We hear that a lot now in our space. Automation not only reduces opex, but it also speeds up the delivery of new services. Get rid of manual requests between people and departments and companies, and replace them with machine to machine interfaces. Months to minutes to deliver a multi-operator connectivity service. It sounds so easy but it's hard, very hard. On at least three fronts.
The first front is organizational. Organizations are built not only of people, but structure and processes that run through the structure between people. Changing the flow of those processes for the purposes of automation by having them bypass those existing structures and people is not an easy task for management. Especially when they don't want to damage revenues from existing products and services, and when they have to do their best to keep and re-skill their employees rather than a series of mutually traumatic firing and hiring events.
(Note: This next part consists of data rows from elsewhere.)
fn check_header(sink: &mut Sink<'_>, raw: &RawSpecies) -> Option<(String, String, u32, u32)> {
    let element = raw.element.as_ref().and_then(|e| {
        let s = e.value.as_str();
        let mut chars = s.chars();
        let ok = chars.next().is_some_and(|c| c.is_ascii_uppercase())
            && chars.all(|c| c.is_ascii_lowercase())
            && (1..=3).contains(&s.len());
        if !ok {
            sink.report(&e.loc, format!("got {s:?}, must be an element symbol: 1 to 3 letters, the first upper-case"));
        }
        ok.then(|| s.to_string())
    });
    let z = raw.nuclear_charge.as_ref().and_then(|z| {
        let ok = (1..=i64::from(MAX_NUCLEAR_CHARGE)).contains(&z.value);
        if !ok {
            sink.report(&z.loc, format!("got {}, must be between 1 and {MAX_NUCLEAR_CHARGE}", z.value));
        }
        ok.then_some(z.value as u32)
    });
    let charge = raw.ion_charge.as_ref().and_then(|c| {
        let max = z.map(|z| i64::from(z) - 1);
        let ok = c.value >= 0 && max.is_none_or(|m| c.value <= m);
        if !ok {
            let range = match max {
                Some(m) => format!("between 0 and {m} (nuclear_charge - 1)"),
                None => "0 or more".to_string(),
            };
            sink.report(&c.loc, format!("got {}, must be {range}", c.value));
        }
        ok.then(|| u32::try_from(c.value).ok()).flatten()
    });
    let name = raw.name.as_ref()?;
    let (Some(element), Some(z), Some(charge)) = (element, z, charge) else {
        return None;
    };
    let expected = format!("{element} {}", roman(charge + 1));
    if name.value != expected {
        sink.report(
            &name.loc,
            format!(
                "got {:?}, must be the element and spectroscopic charge in Roman numerals; \
                 element {element:?} with ion_charge {charge} gives {expected:?}",
                name.value
            ),
        );
        return None;
    }
    Some((expected, element, z, charge))
}

/// Roman numeral of `n` (n >= 1).
fn roman(mut n: u32) -> String {
    const TABLE: [(u32, &str); 13] = [
        (1000, "M"),
        (900, "CM"),
        (500, "D"),
        (400, "CD"),
        (100, "C"),
        (90, "XC"),
        (50, "L"),
        (40, "XL"),
        (10, "X"),
        (9, "IX"),
        (5, "V"),
        (4, "IV"),
        (1, "I"),
    ];
    let mut out = String::new();
    for (value, letters) in TABLE {
        while n >= value {
            out.push_str(letters);
            n -= value;
        }
    }
    out
}

fn check_sources(sink: &mut Sink<'_>, entries: &[(Val<String>, Val<String>)]) -> BTreeMap<String, String> {
    let mut out = BTreeMap::new();
    for (key, text) in entries {
        if text.value.trim().is_empty() {
            sink.report(&text.loc, "got an empty string, a source must say where the data come from");
        } else {
            out.insert(key.value.clone(), text.value.clone());
        }
    }
    out
}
The second front is commercial. Collaborating with competitors doesn't come easily to anyone. To get services automated means agreeing with your competition on what information you are going to share at the speed of software calls. That means possible, if accidental, exposure of potentially sensitive commercial information. Management is going to think very carefully before risking having their IT departments 'run riot' with new software directly connected to their competition. 
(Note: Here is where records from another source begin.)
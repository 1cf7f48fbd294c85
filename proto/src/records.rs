//! The canonical byte form of a rate table: the bytes the table-set digest hashes and table
//! files store, so a file's tables are verified by hashing them as they lie on disk.
//!
//! One record per table, little-endian, no padding: upper `u32`, lower `u32`, approximate `u8`
//! (0 or 1), then as IEEE-754 bits (`u64`): g_lower, g_upper, excitation_energy_k,
//! source_t_min_k, source_t_max_k, max_interpolation_error, the grid's knots of ln Upsilon and
//! the grid's slopes. The record length follows from the grid: [`record_bytes`].

use crate::rule::{LogGrid, RateTable, RuleError, TableHeader};

/// Fixed part of a record: two `u32` keys, the approximate byte and six numbers.
const FIXED_BYTES: usize = 4 + 4 + 1 + 6 * 8;

/// Length of one record on a grid of `knots` knots.
pub fn record_bytes(knots: usize) -> usize {
    FIXED_BYTES + 16 * knots
}

/// Appends `table`'s record to `out`.
pub fn append_record(table: &RateTable, out: &mut Vec<u8>) {
    let h = table.header();
    out.reserve(record_bytes(table.knot_pairs().len()));
    out.extend_from_slice(&h.upper.to_le_bytes());
    out.extend_from_slice(&h.lower.to_le_bytes());
    out.push(u8::from(h.approximate));
    let numbers = [
        h.g_lower,
        h.g_upper,
        h.excitation_energy_k,
        h.source_t_min_k,
        h.source_t_max_k,
        table.max_interpolation_error(),
    ];
    for v in numbers
        .into_iter()
        .chain(table.ln_upsilon())
        .chain(table.slopes())
    {
        out.extend_from_slice(&v.to_bits().to_le_bytes());
    }
}

/// Why records could not be read back.
#[derive(Debug, thiserror::Error)]
pub enum RecordError {
    /// The bytes are not a whole number of records.
    #[error("{bytes} bytes of tables are not a whole number of {record}-byte records")]
    Length {
        /// Bytes given.
        bytes: usize,
        /// Bytes per record on this grid.
        record: usize,
    },
    /// A record's approximate byte is neither 0 nor 1.
    #[error("table {index}: approximate byte {value}, must be 0 or 1")]
    Approximate {
        /// Record index, from 0.
        index: usize,
        /// The byte found.
        value: u8,
    },
    /// A record does not make a valid table.
    #[error("table {index}: {source}")]
    Table {
        /// Record index, from 0.
        index: usize,
        /// What the rule refused.
        source: RuleError,
    },
}

fn f64s(bytes: &[u8]) -> impl Iterator<Item = f64> + '_ {
    bytes
        .chunks_exact(8)
        .map(|b| f64::from_bits(u64::from_le_bytes(b.try_into().expect("8 bytes"))))
}

/// The tables held in `bytes`, a concatenation of records on `grid`.
pub fn read_records(bytes: &[u8], grid: LogGrid) -> Result<Vec<RateTable>, RecordError> {
    let mut tables = Vec::new();
    append_tables(bytes, grid, &mut tables)?;
    Ok(tables)
}

/// Appends the tables held in `bytes` (whole records on `grid`) to `tables`; errors count
/// records from the first table already in `tables`.
pub fn append_tables(bytes: &[u8], grid: LogGrid, tables: &mut Vec<RateTable>) -> Result<(), RecordError> {
    let first = tables.len();
    let record = record_bytes(grid.knots());
    if !bytes.len().is_multiple_of(record) {
        return Err(RecordError::Length {
            bytes: bytes.len(),
            record,
        });
    }
    let knot_bytes = 8 * grid.knots();
    tables.reserve(bytes.len() / record);
    for (i, r) in bytes.chunks_exact(record).enumerate() {
        let index = first + i;
        let table = {
            let approximate = match r[8] {
                0 => false,
                1 => true,
                value => return Err(RecordError::Approximate { index, value }),
            };
            let mut numbers = f64s(&r[9..FIXED_BYTES]);
            let mut next = || numbers.next().expect("six numbers");
            let header = TableHeader {
                upper: u32::from_le_bytes(r[0..4].try_into().expect("4 bytes")),
                lower: u32::from_le_bytes(r[4..8].try_into().expect("4 bytes")),
                g_lower: next(),
                g_upper: next(),
                excitation_energy_k: next(),
                source_t_min_k: next(),
                source_t_max_k: next(),
                approximate,
            };
            let error = next();
            let knots = f64s(&r[FIXED_BYTES..FIXED_BYTES + knot_bytes])
                .zip(f64s(&r[FIXED_BYTES + knot_bytes..]))
                .map(|(y, m)| [y, m])
                .collect();
            RateTable::from_knot_pairs(header, grid, knots, error)
                .map_err(|source| RecordError::Table { index, source })?
        };
        tables.push(table);
    }
    Ok(())
}

#[cfg(test)]
mod tests {
    use super::*;

    fn table(upper: u32, approximate: bool) -> RateTable {
        let grid = LogGrid::from_range(1e3, 1e6, 10).unwrap();
        let header = TableHeader {
            upper,
            lower: 1,
            g_lower: 2.0,
            g_upper: 4.0,
            excitation_energy_k: 2.0e4,
            source_t_min_k: 3e3,
            source_t_max_k: 3e5,
            approximate,
        };
        let y = (0..grid.knots()).map(|i| (0.37 * i as f64).sin()).collect();
        RateTable::from_knots(header, grid, y)
            .unwrap()
            .with_max_interpolation_error(1.25e-4)
    }

    // Round trip of IEEE-754 bits through little-endian bytes: exact by construction
    // (common practice, no source); checked on every field, both approximate values.
    #[test]
    fn records_round_trip_bit_for_bit() {
        let tables = [table(2, false), table(3, true)];
        let mut bytes = Vec::new();
        for t in &tables {
            append_record(t, &mut bytes);
        }
        let grid = *tables[0].grid();
        assert_eq!(bytes.len(), 2 * record_bytes(grid.knots()));
        let back = read_records(&bytes, grid).unwrap();
        assert_eq!(back, tables);
    }

    #[test]
    fn damaged_records_are_refused_by_name() {
        let t = table(2, false);
        let grid = *t.grid();
        let mut bytes = Vec::new();
        append_record(&t, &mut bytes);
        let m = read_records(&bytes[..bytes.len() - 1], grid)
            .unwrap_err()
            .to_string();
        assert!(m.contains("not a whole number of"), "{m}");
        let mut bad = bytes.clone();
        bad[8] = 7;
        let m = read_records(&bad, grid).unwrap_err().to_string();
        assert_eq!(m, "table 0: approximate byte 7, must be 0 or 1");
        let mut bad = bytes.clone();
        // g_lower (the first number) set to -1.
        bad[9..17].copy_from_slice(&(-1.0f64).to_bits().to_le_bytes());
        let m = read_records(&bad, grid).unwrap_err().to_string();
        assert!(m.starts_with("table 0: ") && m.contains("g_lower"), "{m}");
    }
}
The third front is technological. It takes time to work out what is the minimum effort required to implement meaningful automation, especially when it requires involvement of technology and commercial partners. For example, implementing an API that is acceptable to both a  service provider buyer of wholesale services, and its partner selling those wholesale services is often far from a trivial task. 
Developing standards is essential for implementing software-driven automation between different organizations and even between parts of an organization. But we can see that it only helps with that  third technology front - and even there, standards are just part of the story.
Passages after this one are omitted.